In the enterprise, multi-architecture is the reality
Don't get stuck with an overly prescriptive vendor
In almost every large company MemVerge works with, there’s always some form of multi-architecture infrastructure:
Managed services (like AWS Batch or Google Cloud Batch) for standard containerized workloads
Traditional HPC schedulers (like Slurm) for specialized computing
Kubernetes for cloud-native and high-throughput applications
Much of this is due to people reasons.
For example, many pharmaceutical enterprises hire from academia, who are trained on SLURM prefer running SLURM on AWS Parallel Cluster over say AWS Batch.
Another example, engineers working on cloud-native services or AI model deployment favor containerization and will therefore orchestrate their workloads on Kubernetes.
Enterprise infra teams seek the best available technologies to solve their use cases — in so long as the technology meets the company’s compliance standards and integrates into the organization’s stack. What this often looks like is custom-built technology with many interfaces across many teams.
Let’s look at how bioinformatics infra has evolved as an example:
Traditionally, bioinformaticians used WDL and CWL as the dominant workflow languages. In recent years, there has been a third called Nextflow which has been heavily adopted by the younger generation of scientists and bioinformaticians due to strong open source adoption and a healthy community of professionals developing pipelines in the open (nf-core).
As a result of this recent trend, many large pharmas don’t just support one workflow language to orchestrate their bioinformatics pipelines on HPC. They also now support multiple workflow languages.

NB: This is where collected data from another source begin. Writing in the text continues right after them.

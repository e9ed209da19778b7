#include "config.h"

#include <math.h>

#include "cw-figures.h"
#include "cw-label.h"
#include "cw-render-private.h"

static void
grow (CwBox *b, gboolean *any, double x, double y)
{
  if (!*any)
    {
      *b = (CwBox){ x, y, 0, 0 };
      *any = TRUE;
      return;
    }
  CwBox p = { x, y, 0, 0 };
  *b = cw_box_union (b, &p);
}

CwBox
cw_prim_bounds (const CwScene *scene, const CwPrim *p)
{
  CwBox    b = { 0, 0, 0, 0 };
  gboolean any = FALSE;
  double   r = 0.5 * MAX (p->line_width, p->wide) + (p->halo ? 2.0 : 0.0);

  switch (p->kind)
    {
    case CW_PRIM_TEXT:
      grow (&b, &any, p->box.x, p->box.y);
      grow (&b, &any, p->box.x + p->box.w, p->box.y + p->box.h);
      break;
    case CW_PRIM_RECT:
      grow (&b, &any, p->x0, p->y0);
      grow (&b, &any, p->x0 + p->x1, p->y0 + p->y1);
      break;
    case CW_PRIM_MARKER:
      grow (&b, &any, p->x0 - r, p->y0 - r);
      grow (&b, &any, p->x0 + r, p->y0 + r);
      break;
    case CW_PRIM_POLYLINE:
    case CW_PRIM_POLYGON:
      for (guint k = 0; k < p->n_points; k++)
        {
          CwPoint q = g_array_index (scene->points, CwPoint, p->first_point + k);
          grow (&b, &any, q.x - r, q.y - r);
          grow (&b, &any, q.x + r, q.y + r);
        }
      break;
    case CW_PRIM_LINE:
    case CW_PRIM_WEDGE:
    case CW_PRIM_HASH:
    default:
      grow (&b, &any, p->x0 - r, p->y0 - r);
      grow (&b, &any, p->x1 + r, p->y1 + r);
      grow (&b, &any, p->x0 + r, p->y0 + r);
      grow (&b, &any, p->x1 - r, p->y1 - r);
      break;
    }
  return b;
}

CwBox
cw_scene_bounds (const CwScene *scene)
{
  CwBox b = { 0, 0, 0, 0 };

  for (guint i = 0; i < scene->prims->len; i++)
    {
      CwBox pb = cw_prim_bounds (scene, &g_array_index (scene->prims, CwPrim, i));

      b = i == 0 ? pb : cw_box_union (&b, &pb);
    }
  return b;
}

void
cw_scene_fit (CwScene *scene, double margin)
{
  CwBox  b = cw_scene_bounds (scene);
  double w = b.w + 2 * margin, h = b.h + 2 * margin;
  double cx = b.x + 0.5 * b.w, cy = b.y + 0.5 * b.h;

  /* Keep the design box where it is big enough: grow it only when the content spills over. */
  if (b.x - margin >= 0 && b.y - margin >= 0 && b.x + b.w + margin <= scene->width &&
      b.y + b.h + margin <= scene->height)
    return;
  w = MAX (w, scene->width);
  h = MAX (h, scene->height);
  scene->origin_x = cx - 0.5 * w;
  scene->origin_y = cy - 0.5 * h;
  scene->width = w;
  scene->height = h;
}

void
cw_scene_fit_tight (CwScene *scene, double margin)
{
  CwBox b = cw_scene_bounds (scene);

  scene->origin_x = b.x - margin;
  scene->origin_y = b.y - margin;
  scene->width = b.w + 2 * margin;
  scene->height = b.h + 2 * margin;
}

void
cw_scene_highlight (CwScene *scene, const CwBox *box)
{
  CwPrim *p = cw_scene_add (scene, CW_PRIM_RECT, CW_ROLE_NONE, CW_INK_HIGHLIGHT);

  p->x0 = box->x - 3;
  p->y0 = box->y - 2;
  p->x1 = box->w + 6;
  p->y1 = box->h + 4;
  p->fill = TRUE;
}

void
cw_scene_message (CwScene *scene, const char *text)
{
  g_autofree char *esc = g_markup_escape_text (text, -1);

  cw_scene_text_at (scene, CW_ROLE_CAPTION, CW_INK_MUTED, esc, 12, FALSE,
                    scene->width / 2, scene->height / 2, 0.5, 0.5);
}

static int
text_hits (const CwScene *scene, const CwBox *box)
{
  int hits = 0;

  for (guint i = 0; i < scene->prims->len; i++)
    {
      const CwPrim *p = &g_array_index (scene->prims, CwPrim, i);

      /* Text on text is far worse than text across a line. */
      if (p->kind == CW_PRIM_TEXT)
        hits += 100 * cw_box_overlap (box, &p->box, 1.0);
      else if ((p->kind == CW_PRIM_LINE || p->kind == CW_PRIM_WEDGE || p->kind == CW_PRIM_HASH) &&
               (p->role == CW_ROLE_RING_BOND || p->role == CW_ROLE_SUB_BOND || p->role == CW_ROLE_HYDROGEN))
        hits += cw_segment_hits_box (p->x0, p->y0, p->x1, p->y1, box);
      else if (p->kind == CW_PRIM_POLYLINE && p->role == CW_ROLE_INTERACTION)
        for (guint k = 0; k + 1 < p->n_points; k++)
          {
            CwPoint a = g_array_index (scene->points, CwPoint, p->first_point + k);
            CwPoint b = g_array_index (scene->points, CwPoint, p->first_point + k + 1);
            hits += cw_segment_hits_box (a.x, a.y, b.x, b.y, box);
          }
    }
  return hits;
}

CwPrim *
cw_scene_text_free (CwScene *scene, CwRole role, CwInk ink, const char *markup, double size, const CwPoint *cands, guint n_cands, double ax, double ay)
{
  CwTextMetrics m;
  guint         pick = 0;
  CwPrim       *p;

  int best = G_MAXINT;

  cw_text_measure (markup, size, FALSE, 0, 0, 0, &m);
  for (guint i = 0; i < n_cands && best > 0; i++)
    {
      CwBox box = { cands[i].x - ax * m.w, cands[i].y - ay * m.h, m.w, m.h };
      int   hits = text_hits (scene, &box);

      if (hits < best)
        {
          best = hits;
          pick = i;
        }
    }
  p = cw_scene_add (scene, CW_PRIM_TEXT, role, ink);
  p->markup = g_strdup (markup);
  p->size = size;
  p->box = (CwBox){ cands[pick].x - ax * m.w, cands[pick].y - ay * m.h, m.w, m.h };
  return p;
}

void
cw_placer_init (CwPlacer *pl)
{
  pl->segments = g_array_new (FALSE, FALSE, sizeof (CwBox));
  pl->labels = g_array_new (FALSE, FALSE, sizeof (CwBox));
}

void
cw_placer_clear (CwPlacer *pl)
{
  g_clear_pointer (&pl->segments, g_array_unref);
  g_clear_pointer (&pl->labels, g_array_unref);
}

void
cw_placer_add_segment (CwPlacer *pl, double x0, double y0, double x1, double y1)
{
  CwBox s = { x0, y0, x1 - x0, y1 - y0 };

  g_array_append_val (pl->segments, s);
}

void
cw_placer_add_box (CwPlacer *pl, const CwBox *box)
{
  g_array_append_val (pl->labels, *box);
}

int
cw_placer_count_hits (const CwPlacer *pl, const CwBox *box, double x0, double y0, double x1, double y1)
{
  CwBox grown = { box->x - 1.5, box->y - 1.5, box->w + 3, box->h + 3 };
  int   hits = 0;

  for (guint i = 0; i < pl->labels->len; i++)
    {
      const CwBox *o = &g_array_index (pl->labels, CwBox, i);

      hits += cw_box_overlap (box, o, 2.0);
      hits += cw_segment_hits_box (x0, y0, x1, y1, o);
    }
  for (guint i = 0; i < pl->segments->len; i++)
    {
      const CwBox *s = &g_array_index (pl->segments, CwBox, i);

      hits += cw_segment_hits_box (s->x, s->y, s->x + s->w, s->y + s->h, &grown);
    }
  return hits;
}

gboolean
cw_placer_collides (const CwPlacer *pl, const CwBox *box, double x0, double y0, double x1, double y1)
{
  return cw_placer_count_hits (pl, box, x0, y0, x1, y1) > 0;
}

int
cw_placer_place_label (const CwPlacer *pl, const char *markup, double size, double px, double py, double dx, double dy, double base, CwLabelPlace *place, CwLabelText *lt)
{
  int          best = G_MAXINT;
  CwLabelPlace cand;

  /* Longer bonds first (up to about twice as long), then shorter ones; the first clear spot wins,
   * else the one that hits least. The label text depends on the direction only. */
  for (int t = 0; t < 31 && best > 0; t++)
    {
      double len = t < 26 ? base + 4.0 * t : base * (0.85 - 0.1 * (t - 26));
      int    hits;

      cw_label_text_clear (lt);
      cw_label_place (markup, size, px, py, dx, dy, len, &cand, lt);
      hits = cw_placer_count_hits (pl, &cand.box, px, py, cand.ex, cand.ey);
      if (hits < best)
        {
          best = hits;
          *place = cand;
        }
    }
  return best;
}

These workflow languages can live in the cloud or on local HPC, further diversifying the tech stack needed for computational biology.
This can particularly challenging because:
Different technologies have different design intentions (and therefore limitations)
But teams have different technology preferences (it’s hard to teach an old dog new tricks)
For example, SLURM was never designed to do training, inference, and fine tuning, but forcing researchers and developers to reskill and learn how to use containers would threaten productivity.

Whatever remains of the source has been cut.